> _Exercise instructions_
From the opening line of the records through the line bearing "to the spec.", set down every line exactly.

━━━━━ Records provided

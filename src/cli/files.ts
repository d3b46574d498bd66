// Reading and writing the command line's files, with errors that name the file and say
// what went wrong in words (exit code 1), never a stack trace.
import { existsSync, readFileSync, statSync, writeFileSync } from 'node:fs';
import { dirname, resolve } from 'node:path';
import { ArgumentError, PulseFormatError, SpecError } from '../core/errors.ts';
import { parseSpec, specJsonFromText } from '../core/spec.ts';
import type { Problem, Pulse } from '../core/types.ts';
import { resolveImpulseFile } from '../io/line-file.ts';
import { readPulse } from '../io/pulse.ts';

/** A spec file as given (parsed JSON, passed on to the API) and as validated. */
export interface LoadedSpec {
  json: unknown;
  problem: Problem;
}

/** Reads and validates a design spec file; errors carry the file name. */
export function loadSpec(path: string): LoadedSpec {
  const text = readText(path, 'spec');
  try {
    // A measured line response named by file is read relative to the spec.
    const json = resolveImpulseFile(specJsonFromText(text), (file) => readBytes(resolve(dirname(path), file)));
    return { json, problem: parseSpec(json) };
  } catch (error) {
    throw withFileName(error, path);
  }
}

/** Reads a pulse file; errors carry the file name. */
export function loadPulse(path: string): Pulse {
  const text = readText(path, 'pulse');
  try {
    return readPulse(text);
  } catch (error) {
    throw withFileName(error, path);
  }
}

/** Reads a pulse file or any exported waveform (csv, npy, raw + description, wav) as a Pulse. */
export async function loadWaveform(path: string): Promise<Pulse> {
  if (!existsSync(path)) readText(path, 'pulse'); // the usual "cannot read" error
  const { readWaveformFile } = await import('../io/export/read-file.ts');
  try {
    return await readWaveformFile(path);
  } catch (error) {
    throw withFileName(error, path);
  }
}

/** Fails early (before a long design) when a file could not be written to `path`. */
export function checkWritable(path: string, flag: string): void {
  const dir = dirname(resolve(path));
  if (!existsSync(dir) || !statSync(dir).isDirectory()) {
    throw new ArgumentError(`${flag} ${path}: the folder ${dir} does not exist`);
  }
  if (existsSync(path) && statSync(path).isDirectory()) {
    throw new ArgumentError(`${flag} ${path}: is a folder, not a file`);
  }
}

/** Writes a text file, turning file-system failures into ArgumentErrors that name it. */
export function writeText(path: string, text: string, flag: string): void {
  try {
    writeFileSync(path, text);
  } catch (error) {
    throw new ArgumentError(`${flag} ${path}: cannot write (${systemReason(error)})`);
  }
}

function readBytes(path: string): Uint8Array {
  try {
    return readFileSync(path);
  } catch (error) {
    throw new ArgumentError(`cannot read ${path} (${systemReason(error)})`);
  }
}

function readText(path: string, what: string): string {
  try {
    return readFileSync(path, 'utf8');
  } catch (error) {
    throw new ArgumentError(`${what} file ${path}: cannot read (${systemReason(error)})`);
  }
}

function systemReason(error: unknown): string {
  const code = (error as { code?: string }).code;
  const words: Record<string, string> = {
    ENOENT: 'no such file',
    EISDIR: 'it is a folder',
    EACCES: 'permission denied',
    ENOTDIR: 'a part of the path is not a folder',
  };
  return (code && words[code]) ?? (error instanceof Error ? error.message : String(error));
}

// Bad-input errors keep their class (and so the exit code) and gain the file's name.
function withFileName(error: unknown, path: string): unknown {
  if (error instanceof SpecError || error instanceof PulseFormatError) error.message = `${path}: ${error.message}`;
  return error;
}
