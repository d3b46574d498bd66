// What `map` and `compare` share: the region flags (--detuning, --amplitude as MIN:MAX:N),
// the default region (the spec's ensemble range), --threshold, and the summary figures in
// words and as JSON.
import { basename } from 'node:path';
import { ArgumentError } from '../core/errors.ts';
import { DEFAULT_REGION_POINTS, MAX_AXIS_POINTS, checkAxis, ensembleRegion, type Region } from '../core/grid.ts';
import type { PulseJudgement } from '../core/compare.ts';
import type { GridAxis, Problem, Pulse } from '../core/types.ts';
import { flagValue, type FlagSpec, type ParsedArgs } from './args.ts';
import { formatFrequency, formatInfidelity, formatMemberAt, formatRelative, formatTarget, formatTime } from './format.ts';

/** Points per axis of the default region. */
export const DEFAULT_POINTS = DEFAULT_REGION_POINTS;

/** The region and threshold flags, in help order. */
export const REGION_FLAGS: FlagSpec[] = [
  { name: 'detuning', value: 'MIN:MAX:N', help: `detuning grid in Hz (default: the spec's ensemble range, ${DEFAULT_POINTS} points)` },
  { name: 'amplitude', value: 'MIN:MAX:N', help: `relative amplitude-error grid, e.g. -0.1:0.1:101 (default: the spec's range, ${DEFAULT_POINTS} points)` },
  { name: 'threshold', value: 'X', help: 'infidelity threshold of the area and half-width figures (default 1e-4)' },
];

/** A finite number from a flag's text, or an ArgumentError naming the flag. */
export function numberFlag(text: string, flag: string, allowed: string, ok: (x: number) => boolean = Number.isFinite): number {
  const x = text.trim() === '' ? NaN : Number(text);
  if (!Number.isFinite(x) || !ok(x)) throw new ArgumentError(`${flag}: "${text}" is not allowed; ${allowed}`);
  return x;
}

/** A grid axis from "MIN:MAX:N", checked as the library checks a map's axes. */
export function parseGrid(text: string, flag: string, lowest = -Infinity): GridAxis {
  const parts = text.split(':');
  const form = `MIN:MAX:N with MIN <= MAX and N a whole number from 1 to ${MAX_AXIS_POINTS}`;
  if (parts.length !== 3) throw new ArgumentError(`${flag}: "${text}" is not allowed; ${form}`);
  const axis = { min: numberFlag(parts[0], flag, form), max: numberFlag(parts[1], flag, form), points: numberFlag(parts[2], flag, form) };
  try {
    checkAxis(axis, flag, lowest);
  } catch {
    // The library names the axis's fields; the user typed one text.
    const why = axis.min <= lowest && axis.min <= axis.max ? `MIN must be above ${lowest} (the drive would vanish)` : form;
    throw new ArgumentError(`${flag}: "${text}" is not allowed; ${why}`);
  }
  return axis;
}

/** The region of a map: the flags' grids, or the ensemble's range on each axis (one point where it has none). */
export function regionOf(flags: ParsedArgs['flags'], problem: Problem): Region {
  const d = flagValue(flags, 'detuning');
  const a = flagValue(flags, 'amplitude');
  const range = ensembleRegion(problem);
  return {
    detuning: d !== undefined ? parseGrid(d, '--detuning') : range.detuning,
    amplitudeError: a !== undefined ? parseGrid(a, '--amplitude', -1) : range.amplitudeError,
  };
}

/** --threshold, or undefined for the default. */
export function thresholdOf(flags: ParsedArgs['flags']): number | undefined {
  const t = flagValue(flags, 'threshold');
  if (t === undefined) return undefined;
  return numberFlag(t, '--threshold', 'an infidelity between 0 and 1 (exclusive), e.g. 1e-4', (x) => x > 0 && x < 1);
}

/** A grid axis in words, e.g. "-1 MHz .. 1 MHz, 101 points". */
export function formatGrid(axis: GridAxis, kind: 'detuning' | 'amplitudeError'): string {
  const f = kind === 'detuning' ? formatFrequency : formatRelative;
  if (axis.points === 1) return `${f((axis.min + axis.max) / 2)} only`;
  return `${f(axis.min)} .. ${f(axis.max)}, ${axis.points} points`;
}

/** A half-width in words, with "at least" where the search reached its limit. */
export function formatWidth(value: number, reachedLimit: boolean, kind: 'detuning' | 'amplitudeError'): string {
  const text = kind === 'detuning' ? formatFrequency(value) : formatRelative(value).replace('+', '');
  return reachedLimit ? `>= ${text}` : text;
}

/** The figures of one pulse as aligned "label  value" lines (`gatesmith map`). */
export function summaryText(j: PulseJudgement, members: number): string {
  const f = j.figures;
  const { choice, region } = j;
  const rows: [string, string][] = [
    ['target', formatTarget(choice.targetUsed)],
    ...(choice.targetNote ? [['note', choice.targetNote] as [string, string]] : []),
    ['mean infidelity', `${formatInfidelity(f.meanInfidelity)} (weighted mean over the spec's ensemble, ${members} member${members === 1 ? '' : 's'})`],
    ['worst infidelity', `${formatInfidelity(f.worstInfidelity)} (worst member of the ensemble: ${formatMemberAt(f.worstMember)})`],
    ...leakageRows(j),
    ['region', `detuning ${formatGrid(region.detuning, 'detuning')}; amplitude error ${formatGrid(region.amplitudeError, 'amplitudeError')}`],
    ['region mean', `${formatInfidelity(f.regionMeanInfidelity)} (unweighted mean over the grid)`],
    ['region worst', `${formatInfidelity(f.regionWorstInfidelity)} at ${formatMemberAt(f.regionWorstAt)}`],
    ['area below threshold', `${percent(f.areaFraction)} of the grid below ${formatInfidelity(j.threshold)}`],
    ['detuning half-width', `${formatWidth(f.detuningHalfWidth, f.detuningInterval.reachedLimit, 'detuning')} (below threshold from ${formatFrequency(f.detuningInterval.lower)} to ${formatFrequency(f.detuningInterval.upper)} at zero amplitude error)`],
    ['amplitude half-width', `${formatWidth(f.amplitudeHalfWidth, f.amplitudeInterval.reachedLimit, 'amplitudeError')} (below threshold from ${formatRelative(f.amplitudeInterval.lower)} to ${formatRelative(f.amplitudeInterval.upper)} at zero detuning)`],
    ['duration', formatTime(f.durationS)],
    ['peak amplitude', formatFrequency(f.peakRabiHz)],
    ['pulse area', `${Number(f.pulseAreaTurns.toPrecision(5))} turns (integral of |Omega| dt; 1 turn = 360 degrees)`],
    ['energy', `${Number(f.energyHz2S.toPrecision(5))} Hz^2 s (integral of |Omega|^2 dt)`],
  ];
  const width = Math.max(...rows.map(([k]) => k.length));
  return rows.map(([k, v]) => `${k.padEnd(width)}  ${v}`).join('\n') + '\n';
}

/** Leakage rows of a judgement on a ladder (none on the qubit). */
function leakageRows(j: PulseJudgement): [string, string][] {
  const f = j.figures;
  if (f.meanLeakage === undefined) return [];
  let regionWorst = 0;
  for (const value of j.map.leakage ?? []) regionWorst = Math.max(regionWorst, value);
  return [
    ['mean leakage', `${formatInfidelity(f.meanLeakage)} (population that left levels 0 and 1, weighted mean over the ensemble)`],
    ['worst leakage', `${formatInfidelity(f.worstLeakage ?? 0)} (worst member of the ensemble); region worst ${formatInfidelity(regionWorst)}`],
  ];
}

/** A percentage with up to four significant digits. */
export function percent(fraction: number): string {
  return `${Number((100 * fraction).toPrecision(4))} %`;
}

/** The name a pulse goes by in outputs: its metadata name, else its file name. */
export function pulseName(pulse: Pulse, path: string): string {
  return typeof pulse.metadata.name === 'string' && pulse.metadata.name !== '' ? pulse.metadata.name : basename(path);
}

━━━━━━━━━━

> _Response to this exercise_
filename src/cli/files.ts
repository d3b46574d498bd66
// Reading and writing the command line's files, with errors that name the file and say
// what went wrong in words (exit code 1), never a stack trace.
import { existsSync, readFileSync, statSync, writeFileSync } from 'node:fs';
import { dirname, resolve } from 'node:path';
import { ArgumentError, PulseFormatError, SpecError } from '../core/errors.ts';
import { parseSpec, specJsonFromText } from '../core/spec.ts';
import type { Problem, Pulse } from '../core/types.ts';
import { resolveImpulseFile } from '../io/line-file.ts';
import { readPulse } from '../io/pulse.ts';

/** A spec file as given (parsed JSON, passed on to the API) and as validated. */
export interface LoadedSpec {
  json: unknown;
  problem: Problem;
}

/** Reads and validates a design spec file; errors carry the file name. */
export function loadSpec(path: string): LoadedSpec {
  const text = readText(path, 'spec');
  try {
    // A measured line response named by file is read relative to the spec.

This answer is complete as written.